(Beginning of Source information)

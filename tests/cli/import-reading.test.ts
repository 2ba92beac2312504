import { copyFileSync, existsSync, mkdirSync, mkdtempSync, readdirSync, readFileSync, rmSync, writeFileSync } from 'node:fs';
import { tmpdir } from 'node:os';
import { join } from 'node:path';
import { beforeAll, beforeEach, describe, expect, it } from 'vitest';
import { requireBuilt, ROOT } from '../support/built.js';
import { makeWorkplace, type Ran, type Workplace } from '../support/railfit.js';
import { workbookBytes, type WorkbookSheets } from '../support/workbook.js';
import { onTerminal, type Place } from '../support/terminal.js';

const SAMPLES = join(ROOT, 'tests', 'intake', 'samples');
let place: Workplace;
/** A catalog of each test's own: a copy of one that holds the generic sets. */
let home: string;
let count = 0;

beforeAll(async () => {
  requireBuilt();
  place = makeWorkplace();
  for (const name of readdirSync(SAMPLES)) copyFileSync(join(SAMPLES, name), join(place.folder, name.slice(0, 2) + '.csv'));
  await place.run(['parts']);
  return () => { place.remove(); };
});
beforeEach(() => {
  count += 1;
  home = join(place.folder, `home-${count}`);
  mkdirSync(home);
  copyFileSync(place.catalog, join(home, 'catalog.sqlite'));
});

const railfit = (...words: string[]): Promise<Ran> => place.run(words, { env: { RAILFIT_CATALOG: join(home, 'catalog.sqlite') } });
const run = (...words: string[]): Promise<Ran> => railfit('import', ...words);
const folderOfMappings = (): string => join(home, 'mappings');

describe('an ordinary list', () => {
  it('is imported, says how it was read, and keeps that beside the catalog', async () => {
    const ran = await run('01.csv');
    expect(ran).toMatchObject({ exit: 0, stdout: expect.stringMatching(/^Imported 8 parts from 01\.csv/u) as string });
    expect(ran.stderr).toContain('encoding UTF-8 (byte-order mark, removed)');
    const [file = ''] = readdirSync(folderOfMappings());
    expect(JSON.parse(readFileSync(join(folderOfMappings(), file), 'utf8'))).toMatchObject({ url: '01.csv', dialect: { delimiter: ';' } });
    expect((await run('01.csv')).stdout).toMatch(/no change/u);
    expect(readdirSync(folderOfMappings())).toEqual([file]);
  });

  it('tells the cell of every figure', async () => {
    await run('01.csv');
    const part = await railfit('part', 'ORG-OA-0006', '--json');
    const { figures } = JSON.parse(part.stdout) as { figures: { parameter: string; kind: string; origin: unknown; cell?: string }[] };
    expect(JSON.stringify(figures.find(({ parameter }) => parameter === 'biasCurrent'))).toContain('45.000');
  });

  it('tells where two figures of one cell, words and declarations come from, in part and in explain', async () => {
    writeFileSync(join(place.folder, 'words.csv'), 'Part number,Status,Vos typ/max (mV),Rail-to-rail,GBW typ (MHz),Supply (V)\nW-1,Approved,0.5/3,RRIO,1,1.8..5.5\n');
    expect((await run('words.csv', '--declare', 'temperature=-40..85 °C', '--declare', 'by=A. Owner')).exit).toBe(0);
    const shown = (await place.run(['part', 'W-1', '--sources'], { env: { RAILFIT_CATALOG: join(home, 'catalog.sqlite'), COLUMNS: '200' } })).stdout;
    expect(shown).toMatch(/offset voltage +max +3 mV .*line 2, row 2, column C, Vos typ\/max \(mV\) = "0\.5\/3"/u);
    expect(shown).toMatch(/input head-room to V- +typ, assumed +0 V .*column D, Rail-to-rail = "RRIO"/u);
    expect(shown).toMatch(/specified temperature +max, assumed +85 °C .*declared for the whole list: temperature -40\.\.85 °C, by A\. Owner/u);
    const stage = ['--topology', 'follower', '--supply', '5 V', '--input', '0.5..2 V', '--set', 'limits.dcError=20 mV'];
    const explained = (await railfit('explain', 'W-1', ...stage, '--sources', '--json')).stdout;
    expect(explained).toContain('words.csv#cell=2,3');
    const figures = (JSON.parse((await railfit('part', 'W-1', '--json')).stdout) as { figures: { parameter: string; assumed?: boolean; origin: string }[] }).figures;
    expect(figures.filter(({ assumed }) => assumed === true).map(({ parameter, origin }) => [parameter, origin])).toEqual([
      ['inputLowHeadroom', 'words.csv#cell=2,4'],
      ['inputHighHeadroom', 'words.csv#cell=2,4'],
      ['temperature', 'assumption declared for the whole list: temperature -40..85 °C, by A. Owner'],
      ['temperature', 'assumption declared for the whole list: temperature -40..85 °C, by A. Owner'],
    ]);
  });

  it('with --dry-run keeps nothing', async () => {
    expect((await run('01.csv', '-n')).exit).toBe(0);
    expect(existsSync(folderOfMappings())).toBe(false);
  });

  it('--show-mapping is the document on stdout, and imports nothing', async () => {
    const shown = await run('02.csv', '--show-mapping');
    expect(JSON.parse(shown.stdout)).toMatchObject({ '@context': ['http://www.w3.org/ns/csvw', { railfit: 'urn:railfit:mapping#' }] });
    expect((await railfit('parts', '--tier', 'approved')).exit).toBe(1);
  });

  it('--mapping names the file, edited by hand it counts, broken it is told', async () => {
    const list = (supplier: string): void => writeFileSync(join(place.folder, 'hardware.csv'), `Part number,Status,Maker,Ib max (nA)\nA-1,Approved,${supplier},0.5\n`);
    list('MKA');
    await run('hardware.csv', '--mapping', 'hardware.json');
    const path = join(place.folder, 'hardware.json');
    const text = readFileSync(path, 'utf8');
    writeFileSync(path, text.replace('"railfit:unit": "nA"', '"railfit:unit": "pA"'));
    list('MKB');
    await run('hardware.csv', '--mapping', 'hardware.json');
    expect((await railfit('part', 'A-1')).stdout).toMatch(/bias current +max +500 fA/u);
    writeFileSync(path, text.replace('"railfit:field": "bias current"', '"railfit:field": "bias"'));
    const broken = await run('hardware.csv', '--mapping', 'hardware.json');
    expect(broken).toMatchObject({ exit: 3, stderr: expect.stringContaining('error[I212]: hardware.json, tableSchema.columns[3]: "bias" is no field') as string });
  });

  it('next quarter a changed unit is one error, and the option that answers it is right', async () => {
    await run('01.csv');
    const refused = await run('12.csv');
    expect(refused.exit).toBe(3);
    expect(refused.stderr).toContain('are exactly 1000 times the last import in 7 of 7');
    expect(refused.stderr).toContain('--map "I=Iq typ (µA/ch)"');
    const answered = await run('12.csv', '--map', 'I=Iq typ (µA/ch)', '--map', 'J=Iq max (µA/ch)', '-n');
    expect(answered).toMatchObject({ exit: 0, stdout: expect.stringContaining('12.csv') as string });
  });
});

describe('what only the owner knows', () => {
  it('is refused with the option that answers, which is then kept', async () => {
    const refused = await run('04.csv');
    expect(refused).toMatchObject({ exit: 3, stdout: '' });
    expect(refused.stderr).toContain('--header-rows 4-5 --until-blank');
    const answered = await run('04.csv', '--header-rows', '4-5', '--until-blank', '--map', 'Load (kΩ)=Load (kΩ)');
    expect(answered).toMatchObject({ exit: 0, stdout: expect.stringMatching(/^Imported 5 parts/u) as string });
    expect((await run('04.csv')).stdout).toMatch(/no change/u);
  });

  it('an own status word is answered once', async () => {
    writeFileSync(join(place.folder, 'own.csv'), 'Part number,Approval,Vos max (mV)\nA-1,Preferred,3\n');
    expect((await run('own.csv')).stderr).toContain('--word "Preferred=approved"');
    expect((await run('own.csv', '--word', 'Preferred=approved')).exit).toBe(0);
    writeFileSync(join(place.folder, 'own.csv'), 'Part number,Approval,Vos max (mV)\nA-1,Preferred,2\n');
    expect((await run('own.csv')).exit).toBe(0);
  });

  it.each([
    [['--map', 'M'], 'the form is COLUMN=HEADER'],
    [['--header-rows', '5-4'], 'one row, or two that follow each other'],
    [['--encoding', 'latin9'], 'no encoding railfit reads'],
    [['--delimiter', 'x'], 'no separator'],
    [['--word', 'Preferred=best'], 'the form is WORD=STATUS'],
    [['--declare', 'temp=1'], 'declares nothing that is known'],
    [['--classes', '7'], 'a distance in decades'],
  ])('%j is refused before the list is read', async (words, reason) => {
    const ran = await run('01.csv', ...words);
    expect(ran).toMatchObject({ exit: 2, stderr: expect.stringContaining(reason) as string });
  });
});

describe('faults', () => {
  it('as JSON point at their cells (RFC 7111)', async () => {
    const ran = await run('10.csv', '--json');
    expect(ran).toMatchObject({ exit: 3, stderr: '' });
    const { problems } = JSON.parse(ran.stdout) as { problems: { code: string; at: string; value: string }[] };
    expect(problems.find(({ code }) => code === 'Q012')).toMatchObject({ at: '10.csv#cell=7,5', value: '0.01k', line: 7, row: 7, column: 'E', header: 'Ib max (nA)', part: 'ORG-OA-0906' });
  });

  it('go to a file for the owner of the list', async () => {
    await run('05.csv', '--errors', 'faults.csv');
    const [header, ...lines] = readFileSync(join(place.folder, 'faults.csv'), 'utf8').trim().split(/\r?\n/u);
    expect(header).toBe('line,row,column,header,part,value,code,reason,fix,at');
    expect(lines[1]).toContain('5,5,B,Vos [mV] typ/max,ORG-OA-0404,3.5/0.6,Q007');
  });

  it.each(['I202', 'I207', 'I208', 'I209', 'I211', 'I212', 'I408', 'I510', 'I516', 'I518', 'I519', 'I521', 'I605', 'I606', 'I607', 'I608'])('help %s has a page', async (code) => {
    const page = await railfit('help', code);
    expect(page.exit).toBe(0);
    expect(page.stdout.length).toBeGreaterThan(100);
  });
});

describe('on a terminal', () => {
  const LIST = 'Part number,Status,VOH @ 2k (V),Rail-to-rail,Vos max (mV)\nA-1,Approved,4.95,yes,3\nA-2,Approved,4.9,no,2\nA-3,Approved,4.8,yes,1\n';
  const inFolder = (work: (at: Place) => void): void => {
    const folder = mkdtempSync(join(tmpdir(), 'railfit-'));
    writeFileSync(join(folder, 'list.csv'), LIST);
    try {
      copyFileSync(place.catalog, join(folder, 'catalog.sqlite'));
      work({ folder, catalog: join(folder, 'catalog.sqlite') });
    } finally {
      rmSync(folder, { recursive: true, force: true });
    }
  };
  const DOWN = '\u001b[B';

  it('each open question is asked with three cells, and the list is imported', () => inFolder((at) => {
    const seen = onTerminal(['import', 'list.csv'], [['4.95   4.9   4.8', DOWN], ['> a voltage against ground', '\r'], ['yes   no', '\r'], ['Imported', '']], at);
    expect(seen).toMatchObject({ exit: 0, restored: true, cursor: true });
    expect(seen.screens.at(-1)).toContain('Imported 3 parts from list.csv');
    expect(readdirSync(join(at.folder, 'mappings'))).toHaveLength(1);
  }));

  it('Ctrl-C imports nothing', () => inFolder((at) => {
    const seen = onTerminal(['import', 'list.csv'], [['4.95   4.9   4.8', '\u0003']], at);
    expect(seen).toMatchObject({ exit: 130, restored: true, cursor: true });
    expect(existsSync(join(at.folder, 'mappings'))).toBe(false);
  }));

  it('never without one, nor with --no-input', () => inFolder((at) => {
    const seen = onTerminal(['import', 'list.csv', '--no-input'], [['exit', '']], at);
    expect(seen.exit).toBe(3);
    expect(seen.screens.at(-1)).toContain('--map "C=output high headroom typ (V)');
  }));
});

describe('a mapping that cannot be kept or read', () => {
  it('is a warning once the list is in, and says so', async () => {
    const ran = await run('01.csv', '--mapping', join('no-such-file.csv', 'map.json'), '--json');
    expect(ran.exit).toBe(0);
    writeFileSync(join(home, 'plain'), '');
    const unkept = await run('02.csv', '--accept', 'removed', '--mapping', join(home, 'plain', 'map.json'), '--json');
    expect(unkept.exit).toBe(0);
    const { outcome, problems } = JSON.parse(unkept.stdout) as { outcome: string; problems: { code: string; severity: string; reason: string }[] };
    expect(outcome).toBe('imported');
    expect(problems.filter(({ code }) => code === 'E503')).toEqual([expect.objectContaining({ severity: 'warning', reason: expect.stringContaining('the list was imported, but how it was read is not kept') as string })]);
  });

  it('a file in place of the folder of mappings is told, not a fault', async () => {
    writeFileSync(folderOfMappings(), '');
    const ran = await run('01.csv');
    expect(ran).toMatchObject({ exit: 5, stderr: expect.stringContaining('error[E502]') as string });
    expect((await run('01.csv', '--mapping', '')).exit).toBe(2);
  });

  it('another list that shares the usual headers is read for itself', async () => {
    writeFileSync(join(place.folder, 'short.csv'), 'Part number,Status,GBW typ (MHz)\nA-1,Approved,1\n');
    expect((await run('short.csv', '--declare', 'temperature=-40..85 °C')).exit).toBe(0);
    writeFileSync(join(place.folder, 'wide.csv'), 'Part number,Status,GBW typ (MHz),SR typ (V/µs),Iq (µA),Vos typ (mV),Ib typ (pA)\nA-1,Approved,1,0.5,80,1,2\n');
    const ran = await run('wide.csv', '--dry-run');
    expect(ran.stderr).not.toContain('mapping');
    expect(ran.stderr).not.toContain('declared');
  });
});

describe('a workbook', () => {
  const save = (name: string, sheets: WorkbookSheets): void => writeFileSync(join(place.folder, name), workbookBytes(sheets));

  it('is imported with the sheet in every origin, and remembered by its headers', async () => {
    save('house.xlsx', { Cover: [['Team list']], Approved: [['Part number', 'Status', 'Vos max (mV)'], ['W-1', 'Approved', 3]] });
    const asked = await run('house.xlsx', '--no-input');
    expect(asked).toMatchObject({ exit: 3, stdout: '' });
    expect(asked.stderr).toContain('fix: --sheet "Cover" or --sheet "Approved"');
    const ran = await run('house.xlsx', '--sheet', 'Approved');
    expect(ran).toMatchObject({ exit: 0, stdout: expect.stringMatching(/^Imported 1 part from house\.xlsx \[Approved\]/u) as string });
    expect((await railfit('part', 'W-1')).stdout).toContain('house.xlsx [Approved] row 2, C');
    expect(await run('house.xlsx')).toMatchObject({ exit: 0, stdout: expect.stringMatching(/no change/u) as string });
  });

  it('with a fault names sheet and cell', async () => {
    save('faulty.xlsx', { Approved: [['id', 'bias current max (pA)'], ['W-1', '5 mV']] });
    const ran = await run('faulty.xlsx');
    expect(ran).toMatchObject({ exit: 3, stdout: '' });
    expect(ran.stderr).toContain('--> faulty.xlsx [Approved] row 2, column B "bias current max (pA)", part W-1');
  });

  it('in the older format is refused with what to do', async () => {
    writeFileSync(join(place.folder, 'old.xls'), Uint8Array.from([0xd0, 0xcf, 0x11, 0xe0, 0xa1, 0xb1, 0x1a, 0xe1]));
    expect(await run('old.xls')).toMatchObject({ exit: 3, stdout: '', stderr: expect.stringContaining('save it without password as .xlsx') as string });
  });
});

(End of Source information)

**Task to complete:** From the data above, return every line from the line that has "it('go to a" up to and including the line that has "it('each open question", exactly.

**Exercise response:**
  it('go to a file for the owner of the list', async () => {
    await run('05.csv', '--errors', 'faults.csv');
    const [header, ...lines] = readFileSync(join(place.folder, 'faults.csv'), 'utf8').trim().split(/\r?\n/u);
    expect(header).toBe('line,row,column,header,part,value,code,reason,fix,at');
    expect(lines[1]).toContain('5,5,B,Vos [mV] typ/max,ORG-OA-0404,3.5/0.6,Q007');
  });

  it.each(['I202', 'I207', 'I208', 'I209', 'I211', 'I212', 'I408', 'I510', 'I516', 'I518', 'I519', 'I521', 'I605', 'I606', 'I607', 'I608'])('help %s has a page', async (code) => {
    const page = await railfit('help', code);
    expect(page.exit).toBe(0);
    expect(page.stdout.length).toBeGreaterThan(100);
  });
});

describe('on a terminal', () => {
  const LIST = 'Part number,Status,VOH @ 2k (V),Rail-to-rail,Vos max (mV)\nA-1,Approved,4.95,yes,3\nA-2,Approved,4.9,no,2\nA-3,Approved,4.8,yes,1\n';
  const inFolder = (work: (at: Place) => void): void => {
    const folder = mkdtempSync(join(tmpdir(), 'railfit-'));
    writeFileSync(join(folder, 'list.csv'), LIST);
    try {
      copyFileSync(place.catalog, join(folder, 'catalog.sqlite'));
      work({ folder, catalog: join(folder, 'catalog.sqlite') });
    } finally {
      rmSync(folder, { recursive: true, force: true });
    }
  };
  const DOWN = '\u001b[B';

  it('each open question is asked with three cells, and the list is imported', () => inFolder((at) => {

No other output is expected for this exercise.